# JSB and Maternity Benefit



## GoldWings (5 Jul 2011)

Dear all, 

I'm looking for some info please. I am currently on Job seekers benefit for a month now. I am actively searching for a position but I am also 10 weeks pregnant. 
If I don't get a position, it's likely that I will go from job seekers benefit to maternity benefit. 

My main quandary is regarding the new job bridge scheme or the HEA springboard scheme. For the job bridge scheme, you have to be on benefit for 3 months to be eligible to apply for an internship. The internships are between 6 and 9 months in duration. For the springboard scheme, you must be on benefit for 6 months and the courses are longer in duration. Obviously the timings are wrong for me considering my pregnancy. 
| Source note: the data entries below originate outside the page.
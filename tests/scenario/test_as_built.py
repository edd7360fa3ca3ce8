"""Walls as built and as bought, rules, areas, purposes in the file. Kind: hand-worked."""

from __future__ import annotations

import pytest

from scatterbay.scenario import loads
from scatterbay.scenario.parts import Opening, Panel, Scenario
from tests.scenario.edits import refusal

TEXT = """
format: 1
title: a room
purpose: radiography
notes: [one remark, another]
stock:
  our board: gypsum board 12.5 mm + lead 1.3 mm +/- 0.1 mm
room:
  corners: [[0, 0], [6, 0], [6, 4], [0, 4]]
  height: 3 m
  sides: {south: gypsum board 12.5 mm, east: our board, north: concrete 200 mm +/- 10 mm, west: lead code 4 at nominal}
  ceiling: concrete 150 mm
  floor: concrete 100 mm to 160 mm
  storey below: 3.5 m
  openings:
    pane: {in: door, from: 0.2 m, width: 0.3 m, sill: 1.4 m, height: 0.4 m, make-up: lead glass 8 mm}
    door: {in: south, from: 1 m, width: 1 m, height: 2.1 m, make-up: lead 2 mm}
    screen pane: {in: screen, from: 0.5 m, width: 0.5 m, sill: 1.2 m, height: 0.5 m, make-up: lead glass 8 mm}
  screens:
    screen: {from: [1, 3.5], to: [3, 3.5], bottom: 0.1 m, top: 2 m, make-up: lead 2 mm}
  panels:
    lining: {on: south, top: 2.1 m, add inside: lead 2 mm}
    patch: {on: door, bottom: 1 m, height: 0.5 m, add outside: lead 1 mm}
    socket: {on: south, from: 3 m, width: 80 mm, bottom: 0.3 m, height: 80 mm, make-up: gypsum board 12.5 mm}
    slab: {on: ceiling, from: [1, 1], to: [3, 2], add inside: lead 1 mm}
    roof: {on: ceiling, add outside: concrete 50 mm}
sources:
  set: {x-ray tube: 125 kV, current: 5 mA, filtration: aluminium 3 mm}
beams:
  shot: {source: set, at: [2, 2, 1], aim: south, field: cone 20 deg}
workload:
  shot: {beam on: 1 h/week}
people:
  staff: {area: controlled, rules: "NCRP 147: controlled area"}
  others: {rules: ["NCRP 147: uncontrolled area"], goals: [0.01 mGy/week, 0.3 mSv/year]}
places:
  hall: {beyond: south, along: 3 m, people: others, occupancy: 1/8, area: supervised, space: corridor}
  door side: {beyond: pane, people: others, area: public}
  office: {beyond: north, along: 2 m, people: staff}
options:
  breadth: 60 mm
"""


def changed(old: str, new: str) -> str:
    assert TEXT.count(old) == 1, old
    return TEXT.replace(old, new)


@pytest.fixture(scope="module")
def scenario() -> Scenario:
    return loads(TEXT, "room")


def opening(scenario: Scenario, name: str) -> Opening:
    return next(one for one in scenario.room.openings if one.name == name)


def panel(scenario: Scenario, name: str) -> Panel:
    return next(one for one in scenario.room.panels if one.name == name)


def test_an_opening_in_an_opening_counts_from_its_edge(scenario: Scenario) -> None:
    """0.2 m from the near edge of the door, which is 1 m along the side; sills are over the floor; doors first."""
    names = [one.name for one in scenario.room.openings]
    assert names.index("door") < names.index("pane")
    pane = opening(scenario, "pane")
    assert pane.face == "south"
    assert pane.host == "door"
    assert pane.low == pytest.approx((1.2, 1.4))
    assert pane.high == pytest.approx((1.5, 1.8))


def test_an_opening_in_a_screen(scenario: Scenario) -> None:
    pane = opening(scenario, "screen pane")
    assert pane.face == "screen"
    assert pane.low == pytest.approx((0.5, 1.2))
    assert pane.high == pytest.approx((1.0, 1.7))


def test_panels_fill_what_is_left_out(scenario: Scenario) -> None:
    lining, patch, socket = (panel(scenario, name) for name in ("lining", "patch", "socket"))
    assert (lining.low, lining.high) == ((0.0, 0.0), (6.0, 2.1))
    assert lining.inside is not None
    assert lining.make_up is None
    assert patch.face == "south"
    assert patch.low == pytest.approx((1.0, 1.0))
    assert patch.high == pytest.approx((2.0, 1.5))
    assert patch.outside is not None
    assert socket.low == pytest.approx((3.0, 0.3))
    assert socket.high == pytest.approx((3.08, 0.38))
    assert socket.make_up is not None
    assert (panel(scenario, "roof").low, panel(scenario, "roof").high) == ((0.0, 0.0), (6.0, 4.0))
    assert (panel(scenario, "slab").low, panel(scenario, "slab").high) == ((1.0, 1.0), (3.0, 2.0))


def test_what_counts_at_its_least_is_said(scenario: Scenario) -> None:
    sides = {side.name: side.make_up for side in scenario.room.sides}
    assert sides["north"].layers[0].counted_thickness == pytest.approx(0.19)
    assert sides["east"].layers[1].counted_thickness == pytest.approx(1.2e-3)
    assert sides["west"].layers[0].counted_thickness == pytest.approx(1.8e-3)
    assert scenario.room.floor.layers[0].counted_thickness == pytest.approx(0.1)
    said = " ".join(a.text for a in scenario.assumptions if a.topic == "least thickness")
    for part in ("our board", "counted at 190 mm", "nominal", "counted at its least, 100 mm"):
        assert part in said


def test_rules_give_goals_and_the_authors_own_go_before_them(scenario: Scenario) -> None:
    """NCRP Report 147 (2004), recalled: 0.1 mGy a week in controlled areas, 0.02 elsewhere."""
    goals = {group.name: {goal.text: goal.source for goal in group.goals} for group in scenario.people}
    assert list(goals["staff"]) == ["0.1 mGy/week"]
    assert goals["staff"]["0.1 mGy/week"].startswith("NCRP 147: controlled area")
    assert goals["others"] == {"0.01 mGy/week": "", "0.3 mSv/year": ""}
    assert any("judged instead of '0.02 mGy/week'" in a.text for a in scenario.assumptions)


def test_areas_of_places(scenario: Scenario) -> None:
    areas = {place.name: place.area for place in scenario.places}
    assert areas == {"hall": "supervised", "door side": "public", "office": "controlled"}


def test_an_occupancy_is_suggested_and_not_applied(scenario: Scenario) -> None:
    hall = next(place for place in scenario.places if place.name == "hall")
    assert hall.occupancy == pytest.approx(1 / 8)
    said = [a.text for a in scenario.assumptions if a.topic == "occupancy"]
    assert any("1/5 is suggested" in text and "not applied" in text for text in said)


def test_purpose_notes_and_breadth(scenario: Scenario) -> None:
    assert scenario.purpose == "radiography"
    assert scenario.notes == ("one remark", "another")
    assert scenario.options.breadth == pytest.approx(0.06)
    assert any("within 60 mm only" in a.text for a in scenario.assumptions)


@pytest.mark.parametrize("title", ["CT room 3", "Dental suite", "Fluoroscopy", "Mammography 1"])
def test_a_title_that_speaks_of_what_is_not_validated(title: str) -> None:
    found = loads(changed("title: a room", f"title: {title}"), "room")
    assert any("nothing here was validated" in a.text for a in found.assumptions)


@pytest.mark.parametrize("title", ["Act 3 corridor", "direct view room", "Accidental room"])
def test_a_title_that_does_not(title: str) -> None:
    found = loads(changed("title: a room", f"title: {title}"), "room")
    assert not any("nothing here was validated" in a.text for a in found.assumptions)


@pytest.mark.parametrize(
    "purpose", ["CT", "ct", "fluoroscopy", "Mammography", "dental", "computed tomography"]
)
def test_what_is_not_validated_is_refused_by_name(purpose: str) -> None:
    error = refusal(changed("purpose: radiography", f"purpose: {purpose}"))
    assert "refused" in error.render()
    assert error.exit_code == 3


REFUSED = [
    ("purpose: radiography", "purpose: radiographie", "did you mean 'radiography'"),
    ("our board: gypsum board 12.5 mm + lead", "our board: gypsum bord 12.5 mm + lead", "gypsum bord"),
    ("  our board: gypsum", "  lead: gypsum", "is a material"),
    ("east: our board", "east: our bord", "our bord"),
    ("in: door, from: 0.2 m", "in: doors, from: 0.2 m", "did you mean 'door'"),
    ("in: door, from: 0.2 m", "in: pane, from: 0.2 m", "in itself"),
    ("in: door, from: 0.2 m", "in: door, from: 0.8 m", "ends 1.1 m along 'door'"),
    ("sill: 1.4 m, height: 0.4 m", "sill: 1.9 m, height: 0.4 m", "above the top of 'door'"),
    ("sill: 1.2 m, height: 0.5 m", "sill: 0.05 m, height: 0.5 m", "below 'screen'"),
    ("on: south, top: 2.1 m", "on: sooth, top: 2.1 m", "did you mean 'south'"),
    ("on: south, top: 2.1 m", "on: south, top: 3.1 m", "beyond 'south'"),
    ("on: south, top: 2.1 m", "on: south, to: 7 m", "beyond 'south'"),
    ("on: south, top: 2.1 m", "on: south, bottom: 2 m, top: 1 m", "no size"),
    ("on: south, top: 2.1 m", "on: south, top: 2.1 m, height: 2 m", "both 'height' and 'top'"),
    ("on: south, top: 2.1 m, add inside: lead 2 mm", "on: south, top: 2.1 m", "nothing says what is there"),
    ("on: south, top: 2.1 m, add inside: lead 2 mm", "on: south, add inside: lead 2 mm, make-up: open",
     "both a make-up and additions"),
    ("on: door, bottom: 1 m, height: 0.5 m", "on: door, bottom: 1 m, height: 1.5 m", "beyond 'door'"),
    ("from: [1, 1], to: [3, 2]", "from: [1, 1], to: [3, 5]", "beyond the outline"),
    ("from: [1, 1], to: [3, 2]", "from: [1, 1]", "without the other"),
    ("  panels:\n    lining", "  panels:\n    door", "already one of the openings"),
    ('rules: "NCRP 147: controlled area"', "rules: NCRP 147 controled area", "did you mean"),
    ('rules: ["NCRP 147: uncontrolled area"]', "rules: [NCRP 147: uncontrolled area]", "put it in quotes"),
    ('area: controlled, rules: "NCRP 147: controlled area"', "area: controlled", "'goals' is missing"),
    ('area: controlled, rules: "NCRP 147: controlled area"', 'rules: "NCRP 147: controlled area"', "'area' is missing"),
    ("space: corridor", "space: coridor", "did you mean 'corridor'"),
    ("area: supervised", "area: supervized", "supervised"),
    ("breadth: 60 mm", "breadth: 0.6 m", "more than 0.5 m"),
    ("breadth: 60 mm", "breadth: -1 mm", "negative"),
]  # fmt: skip


@pytest.mark.parametrize(("old", "new", "said"), REFUSED)
def test_refused(old: str, new: str, said: str) -> None:
    error = refusal(changed(old, new))
    assert said in error.render(), error.render()
    assert all(problem.line for problem in error.problems)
My worry is that after maternity benefit, I will lose the JSB status and be ineligible to apply for any of the above. Does anyone know what I should do or who I can talk to about this? 

I am particularly keen on one of the courses offered under the springboard scheme as I think it would address the issues I am having getting into a particular industry at the moment. Should I go ahead and put my name down for the course and then defer it? 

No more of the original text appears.